Serum neurofilament light chain measurements following nerve trauma

Abstract

Background: Optimal functional recovery following peripheral nerve injuries (PNIs) is dependent upon early recognition and prompt referral to specialist centres for appropriate surgical intervention. Technologies which facilitate the early detection of PNI would allow faster referral rates and encourage improvements in patient outcomes. Serum Neurofilament light chain (NfL) measurements are cheaper to perform, easier to access and interpret than many conventional methods used for nerve injury diagnosis, such as electromyography and/or magnetic resonance imaging assessments, but changes in serum NfL levels following traumatic PNI have not been investigated. This pre-clinical study aimed to determine whether serum NfL levels can: (1) detect the presence of a nerve trauma and (2) delineate between different severities of nerve trauma.

Methods: A rat sciatic nerve crush and common peroneal nerve crush were implemented as controlled animal models of nerve injury. At 1-, 3-, 7- and 21-days post-injury, serum samples were retrieved for analysis using the SIMOA® NfL analyser kit. Nerve samples were also retrieved for histological analysis. Static sciatic index (SSI) was measured at regular time intervals following injury.

Results: Significant 45-fold and 20-fold increases in NfL serum levels were seen 1-day post-injury following sciatic and common peroneal nerve injury, respectively. This corresponded with an eightfold higher volume of axons injured in the sciatic compared to the common peroneal nerve (p < .001). SSI measurements post-injury revealed greater reduction in function in the sciatic crush group compared with the common peroneal crush group.

Conclusions: NfL serum measurements represent a promising method for detecting traumatic PNI and stratifying their severity. Clinical translation of these findings could provide a powerful tool to improve the surgical management of nerve-injured patients.

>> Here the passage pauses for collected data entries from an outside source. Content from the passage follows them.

"""Budget sweeps: the trade-off of accuracy against acquisition cost.

:func:`budget_sweep` runs one search per budget on a **shared evaluator**, so a subset
scored for one budget is never fitted again for another. The resulting
:class:`Frontier` lists, for each budget, the chosen measurements, their cost and their
**in-search** CV score (the search's own estimate, optimistic), marks the cost-efficient
points, and answers the question a sweep is run for:

* the **headline pick**: the pick rule (the run's ``pick``) applied to the sweep's
  points that fit the run's own budget — with ``one_se``, the cheapest point whose score
  is within one standard error of the best affordable point;
* the **unconstrained best**: the highest in-search score at any budget, shown apart;
* how often each measurement was chosen across budgets (:meth:`Frontier.choice_frequency`);
* optionally, the **nested** (honest) estimate of the search at the headline's budget.

Efficiency, exactly
    A point is *efficient* when its score is finite, it is strictly better than every
    point of strictly lower cost, and at least as good as every point of the same cost;
    among points of the same cost and the same score only the first in budget order is
    marked (several budgets that choose the same subset count once). Costs are equal
    when they differ by at most 1e-9 (panel sums in floating point); scores are compared
    exactly.

Default budgets (``budget_levels``)
    ``"round"`` (default): round money values of the 1-2-5 series (1, 2, 5, 10, 20,
    50 ... in the cost unit) from the cheapest priced measurement or panel up to, not
    including, the price of everything, thinned evenly to at most ``n - 1`` values,
    then unlimited. ``"costs"``: the distinct cost levels instead — the costs at which
    the set of affordable measurements changes (sums of prices of lone measurements
    and panels, :func:`cost_levels`), so no two budgets allow the same subsets; thinned
    to at most ``n - 1`` levels spread evenly on a log scale, then unlimited.
"""

from __future__ import annotations

import inspect
import json
import math
import os
from collections.abc import Sequence
from dataclasses import dataclass, field
from fractions import Fraction
from pathlib import Path
from typing import Any

import numpy as np

from featuresift.costs import CostModel
from featuresift.engine.evaluator import BaseEvaluator, CrossValidationEvaluator
from featuresift.engine.journal import reuse_message
from featuresift.errors import InputError
from featuresift.outputs import PLOTS_HINT, RunFolder, figure_png, write_files
from featuresift.problem import SelectionProblem
from featuresift.result import SearchResult, load_json, score_label
from featuresift.search import prepare_for_objective, run_search

__all__ = ["Frontier", "budget_sweep", "default_budgets", "round_budgets", "cost_levels",
           "efficient_points", "BUDGET_LEVELS"]

BUDGET_LEVELS = ("round", "costs")
"""How default budgets are placed: 1-2-5 round money values, or distinct cost levels."""

_ENGINE_OPTIONS = ("racing", "journal", "chunk_size", "verbose", "on_fit_error",
                   "share_preprocessing", "fast_path", "pool", "warm_start", "error_score")
_COST_TOL = 1e-9
SCORE_KIND = "in-search"
"""What the sweep's scores are: the search's own CV estimates (optimistic)."""


def round_budgets(low: float, high: float) -> list[float]:
    """Values of the 1-2-5 series with ``low <= v < high``.

    Examples
    --------
    >>> round_budgets(0.8, 60)
    [1.0, 2.0, 5.0, 10.0, 20.0, 50.0]
    """
    if not (math.isfinite(low) and math.isfinite(high)) or low <= 0 or high <= low:
        return []
    out = []
    for d in range(math.floor(math.log10(low)), math.ceil(math.log10(high)) + 1):
        for m in (1, 2, 5):
            v = float(f"{m}e{d}")
            if low * (1 - 1e-12) <= v < high:
                out.append(v)
    return out


def cost_levels(cost_model: CostModel, limit: int = 2000) -> list[float]:
    """Distinct positive costs of the purchasable subsets, cheapest first.

    A subset's cost is a sum of unit prices (a measurement outside any panel, or a
    panel bought once), so these sums are exactly the budgets at which the set of
    affordable subsets changes: any budget between two neighbouring levels allows the
    same subsets as the lower one. Sums are exact (as :meth:`CostModel.cost` gives
    them). When there are more than ``limit`` levels, the cheapest level of each of
    ``limit`` equal-width cost bins is kept (each value is still an exact level).

    Examples
    --------
    Two lone tests at 1 and 2 EUR and a panel at 2 EUR: sums 1, 2, 3, 4 and 5.

    >>> cm = CostModel(["a", "b", "c", "d"], {"a": 1.0, "b": 2.0},
    ...                panels={"p": (2.0, ["c", "d"])})
    >>> cost_levels(cm)
    [1.0, 2.0, 3.0, 4.0, 5.0]
    """
    prices = [Fraction(p) for p in cost_model.feature_costs.values() if p > 0]
    prices += [Fraction(p) for p, _ in cost_model.panels.values() if p > 0]
    if not prices:
        return []
    den = math.lcm(*(p.denominator for p in prices))  # exact integer arithmetic below
    units = sorted(p.numerator * (den // p.denominator) for p in prices)
    width = max(sum(units) // limit, 1)
    levels = {0}
    for price in units:
        levels |= {v + price for v in levels}
        if len(levels) > limit:  # keep the cheapest level of each bin (still exact sums)
            binned: dict[int, int] = {}
            for v in sorted(levels):
                binned.setdefault(v // width, v)
            levels = set(binned.values())
    return [float(Fraction(v, den)) for v in sorted(levels) if v > 0]


def default_budgets(cost_model: CostModel, n: int = 8,
                    budget_levels: str = "round") -> list[float | None]:
    """Default budgets of a sweep: round values or distinct cost levels, then unlimited.

    With ``budget_levels="round"``, at most ``n - 1`` round values (1-2-5 series, from
    :func:`round_budgets`) between the cheapest positive price of a measurement or panel
    and the price of every candidate (thinned evenly, keeping the smallest and the
    largest). With ``"costs"``, at most ``n - 1`` of the :func:`cost_levels` below the
    price of everything: all of them when few, else the levels nearest below ``n - 1``
    targets spread evenly on a log scale from the cheapest level to the dearest (both
    kept). The list ends with None (unlimited).

    Examples
    --------
    >>> cm = CostModel(["a", "b", "c"], {"a": 1.0, "b": 2.0, "c": 7.0})
    >>> default_budgets(cm, n=4)
    [1.0, 2.0, 5.0, None]
    >>> default_budgets(cm, n=4, budget_levels="costs")
    [1.0, 3.0, 9.0, None]
    >>> grain = CostModel(["m", "p", "d"], {"m": 0.0, "p": 6.0, "d": 12.5})
    >>> default_budgets(grain)
    [10.0, None]
    """
    if isinstance(n, bool) or not isinstance(n, (int, np.integer)) or n < 2:
        raise InputError(f"a sweep needs at least 2 budgets, got {n!r}")
    if budget_levels not in BUDGET_LEVELS:
        raise InputError(f"budget_levels must be one of {', '.join(BUDGET_LEVELS)}, "
                         f"got {budget_levels!r}")
    items = [cost_model.cost([c]) for c in range(cost_model.n_features)]
    priced = [c for c in items if c > 0]
    if not priced:
        return [None]
    full = cost_model.cost(range(cost_model.n_features))
    if budget_levels == "costs":
        values = [v for v in cost_levels(cost_model) if v < full * (1 - 1e-12)]
        if len(values) > n - 1:
            targets = np.geomspace(values[0], values[-1], n - 1)
            picked = {values[0], values[-1]}
            for t in targets[1:-1]:
                i = int(np.searchsorted(values, t * (1 + 1e-12), side="right")) - 1
                picked.add(values[max(i, 0)])
            values = sorted(picked)
        return [*values, None]
    values = round_budgets(min(priced), full)
    if len(values) > n - 1:
        keep = sorted({int(i) for i in np.round(np.linspace(0, len(values) - 1, n - 1))})
        values = [values[i] for i in keep]
    return [*values, None]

Keywords: biomarker; diagnosis; nerve crush; nerve injury; serum.

FIGURE 1

Serum concentration of neurofilament light chain (NfL) increases following nerve injury. NfL concentration was measured in serum samples retrieved from rats following surgical crush injury of the sciatic or common peroneal nerve (n = 5 animals for all data points except 21 days where n = 3). Data points represent the mean ± standard deviation. Dotted line indicates serum NfL concentration (0.05 ± 0.2 pg/mL) in uninjured control animals (n = 10). ***p < .001, **p < .001, mixed‐effects analysis with Sidak's multiple comparisons test comparing the two injury groups at each time point. ####p < .0001, ##p < .01, ANOVA with Tukey's multiple comparisons test comparing each injury group at each time point to baseline uninjured control.

FIGURE 2

Nerve injury models and volume of axons affected. Dashed lines represent the site of the crush. One red cube represents 0.3 mm³ volume of axons in (B) and 0.2 mm³ in (C) (calculated by measuring the total neurofilament positive area in a cross‐section of the stump immediately proximal to the crush site, multiplied by the length of the distal segment). Nerve segments shaded in red represent the length distal to the crush site that were measured to determine volume of axons that degenerated distal to the injury site. (A) Intact sciatic nerve with tibial and common peroneal branches shown. (B) Sciatic nerve crush (injury performed 5 mm distal to hip joint). (C) Common peroneal nerve crush (injury performed 5 mm distal to knee joint). The black arrows in the micrographs indicate neurofilament positive staining in (D) sciatic nerve cross‐section immediately proximal to the injury site and (E) common peroneal nerve cross‐section immediately proximal to the injury site. Volume of axons injured (F) was quantified using all of the injured sciatic nerves (n = 18) and injured common peroneal nerves (n = 18), ****p < .0001, Mann–Whitney test.

FIGURE 3

Static sciatic index (SSI) following rat sciatic and common peroneal nerve crush. SSI measurements were obtained at baseline then at various times following nerve crush. Mixed‐effects analysis indicated significant (p < .0001) effects of time, type of crush and interaction between the two factors. # compares each time point to Day 0 baseline in the same group, using Dunnett's post hoc test (# p < .05, ###p < .001, ####p < .0001). * compares sciatic to CP at each time point, using Sidak's multiple comparisons test (**p < .01, ****p < .0001).